The problem
Copy out all lines of the records in which the word "each" appears.

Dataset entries
'''

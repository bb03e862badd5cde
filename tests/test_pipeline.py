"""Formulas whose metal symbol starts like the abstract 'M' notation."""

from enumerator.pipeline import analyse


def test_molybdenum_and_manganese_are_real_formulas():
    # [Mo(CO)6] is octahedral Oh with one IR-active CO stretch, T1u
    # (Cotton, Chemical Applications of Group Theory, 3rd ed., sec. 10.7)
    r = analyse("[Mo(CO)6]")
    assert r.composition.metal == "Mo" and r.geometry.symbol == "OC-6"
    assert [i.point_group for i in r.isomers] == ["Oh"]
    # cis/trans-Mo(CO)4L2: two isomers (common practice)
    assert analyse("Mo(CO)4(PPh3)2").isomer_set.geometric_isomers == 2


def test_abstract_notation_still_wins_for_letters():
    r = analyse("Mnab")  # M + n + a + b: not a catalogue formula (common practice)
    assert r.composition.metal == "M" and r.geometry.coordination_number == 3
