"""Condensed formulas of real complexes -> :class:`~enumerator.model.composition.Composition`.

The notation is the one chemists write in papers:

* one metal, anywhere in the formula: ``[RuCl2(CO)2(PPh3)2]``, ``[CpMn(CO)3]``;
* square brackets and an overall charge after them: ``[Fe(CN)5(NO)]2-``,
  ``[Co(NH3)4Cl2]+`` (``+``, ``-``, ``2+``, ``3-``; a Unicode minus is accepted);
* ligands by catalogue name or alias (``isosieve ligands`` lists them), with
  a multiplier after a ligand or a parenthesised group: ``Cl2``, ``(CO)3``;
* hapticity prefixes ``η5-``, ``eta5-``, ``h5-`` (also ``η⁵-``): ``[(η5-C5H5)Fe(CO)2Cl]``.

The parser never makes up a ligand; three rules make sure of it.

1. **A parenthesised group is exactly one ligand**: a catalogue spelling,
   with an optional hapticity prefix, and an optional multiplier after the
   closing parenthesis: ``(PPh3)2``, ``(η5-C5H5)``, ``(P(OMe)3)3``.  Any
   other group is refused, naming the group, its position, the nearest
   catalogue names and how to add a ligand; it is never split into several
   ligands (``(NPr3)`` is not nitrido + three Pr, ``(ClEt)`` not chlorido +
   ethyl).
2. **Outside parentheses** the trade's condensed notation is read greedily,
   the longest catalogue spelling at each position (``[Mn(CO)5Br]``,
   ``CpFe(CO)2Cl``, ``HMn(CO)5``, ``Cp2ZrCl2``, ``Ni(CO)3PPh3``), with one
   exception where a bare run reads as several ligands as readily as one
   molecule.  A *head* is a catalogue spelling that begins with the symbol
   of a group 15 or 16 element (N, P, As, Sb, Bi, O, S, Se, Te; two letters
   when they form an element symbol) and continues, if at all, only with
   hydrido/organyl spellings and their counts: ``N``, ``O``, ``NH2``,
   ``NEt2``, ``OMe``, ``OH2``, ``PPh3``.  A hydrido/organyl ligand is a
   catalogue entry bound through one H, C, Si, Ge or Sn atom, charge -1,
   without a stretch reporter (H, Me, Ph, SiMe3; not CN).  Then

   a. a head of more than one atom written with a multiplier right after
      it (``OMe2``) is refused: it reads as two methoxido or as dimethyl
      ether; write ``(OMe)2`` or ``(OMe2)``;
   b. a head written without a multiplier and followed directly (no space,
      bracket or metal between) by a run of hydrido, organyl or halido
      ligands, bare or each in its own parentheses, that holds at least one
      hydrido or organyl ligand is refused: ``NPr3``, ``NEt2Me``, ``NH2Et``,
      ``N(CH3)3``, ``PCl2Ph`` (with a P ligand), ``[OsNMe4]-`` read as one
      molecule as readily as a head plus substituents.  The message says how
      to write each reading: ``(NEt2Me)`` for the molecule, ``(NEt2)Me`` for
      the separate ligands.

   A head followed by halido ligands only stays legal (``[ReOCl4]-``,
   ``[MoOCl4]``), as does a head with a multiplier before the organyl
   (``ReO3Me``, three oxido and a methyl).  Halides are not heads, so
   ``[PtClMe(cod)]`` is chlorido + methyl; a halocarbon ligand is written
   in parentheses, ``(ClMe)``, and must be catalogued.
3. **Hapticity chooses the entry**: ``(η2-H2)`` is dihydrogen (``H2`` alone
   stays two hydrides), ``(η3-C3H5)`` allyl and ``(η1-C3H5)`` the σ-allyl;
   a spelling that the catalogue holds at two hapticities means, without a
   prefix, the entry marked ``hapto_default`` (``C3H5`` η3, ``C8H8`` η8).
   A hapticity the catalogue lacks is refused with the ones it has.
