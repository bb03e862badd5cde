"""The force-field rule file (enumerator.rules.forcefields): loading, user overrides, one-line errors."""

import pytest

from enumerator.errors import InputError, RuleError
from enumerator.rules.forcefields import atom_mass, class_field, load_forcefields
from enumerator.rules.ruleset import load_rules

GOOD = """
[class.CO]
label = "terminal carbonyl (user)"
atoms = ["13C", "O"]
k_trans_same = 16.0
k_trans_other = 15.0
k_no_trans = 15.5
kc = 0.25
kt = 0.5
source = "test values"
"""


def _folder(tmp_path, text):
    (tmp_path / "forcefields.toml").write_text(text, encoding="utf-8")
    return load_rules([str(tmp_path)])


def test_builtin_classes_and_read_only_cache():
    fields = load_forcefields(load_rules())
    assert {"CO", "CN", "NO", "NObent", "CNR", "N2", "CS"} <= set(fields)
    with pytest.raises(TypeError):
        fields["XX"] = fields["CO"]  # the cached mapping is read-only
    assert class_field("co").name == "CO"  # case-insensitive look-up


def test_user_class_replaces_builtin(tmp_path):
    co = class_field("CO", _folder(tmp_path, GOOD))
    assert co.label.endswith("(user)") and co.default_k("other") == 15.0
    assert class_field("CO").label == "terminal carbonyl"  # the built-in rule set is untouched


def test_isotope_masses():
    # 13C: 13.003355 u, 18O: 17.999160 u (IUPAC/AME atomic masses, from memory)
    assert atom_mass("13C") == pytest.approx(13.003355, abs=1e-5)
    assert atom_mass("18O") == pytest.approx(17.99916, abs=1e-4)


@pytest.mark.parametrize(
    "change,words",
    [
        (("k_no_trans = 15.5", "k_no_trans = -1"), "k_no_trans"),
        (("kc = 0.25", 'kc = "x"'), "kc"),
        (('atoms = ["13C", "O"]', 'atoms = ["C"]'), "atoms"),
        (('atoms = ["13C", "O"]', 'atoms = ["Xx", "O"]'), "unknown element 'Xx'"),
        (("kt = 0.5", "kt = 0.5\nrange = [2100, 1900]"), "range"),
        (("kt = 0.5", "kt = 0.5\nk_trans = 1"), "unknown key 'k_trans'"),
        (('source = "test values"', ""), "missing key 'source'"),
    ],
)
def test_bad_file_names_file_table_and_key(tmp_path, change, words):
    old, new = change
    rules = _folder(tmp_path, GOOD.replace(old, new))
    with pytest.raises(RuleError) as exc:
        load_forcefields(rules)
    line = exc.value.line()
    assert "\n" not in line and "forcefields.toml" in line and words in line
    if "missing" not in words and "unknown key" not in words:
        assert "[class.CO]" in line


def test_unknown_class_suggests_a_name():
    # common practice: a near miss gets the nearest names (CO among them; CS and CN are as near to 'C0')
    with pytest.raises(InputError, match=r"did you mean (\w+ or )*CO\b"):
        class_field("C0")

'''

Reply to the task
   the longest catalogue spelling at each position (``[Mn(CO)5Br]``,
      ligands, bare or each in its own parentheses, that holds at least one
      to write each reading: ``(NEt2Me)`` for the molecule, ``(NEt2)Me`` for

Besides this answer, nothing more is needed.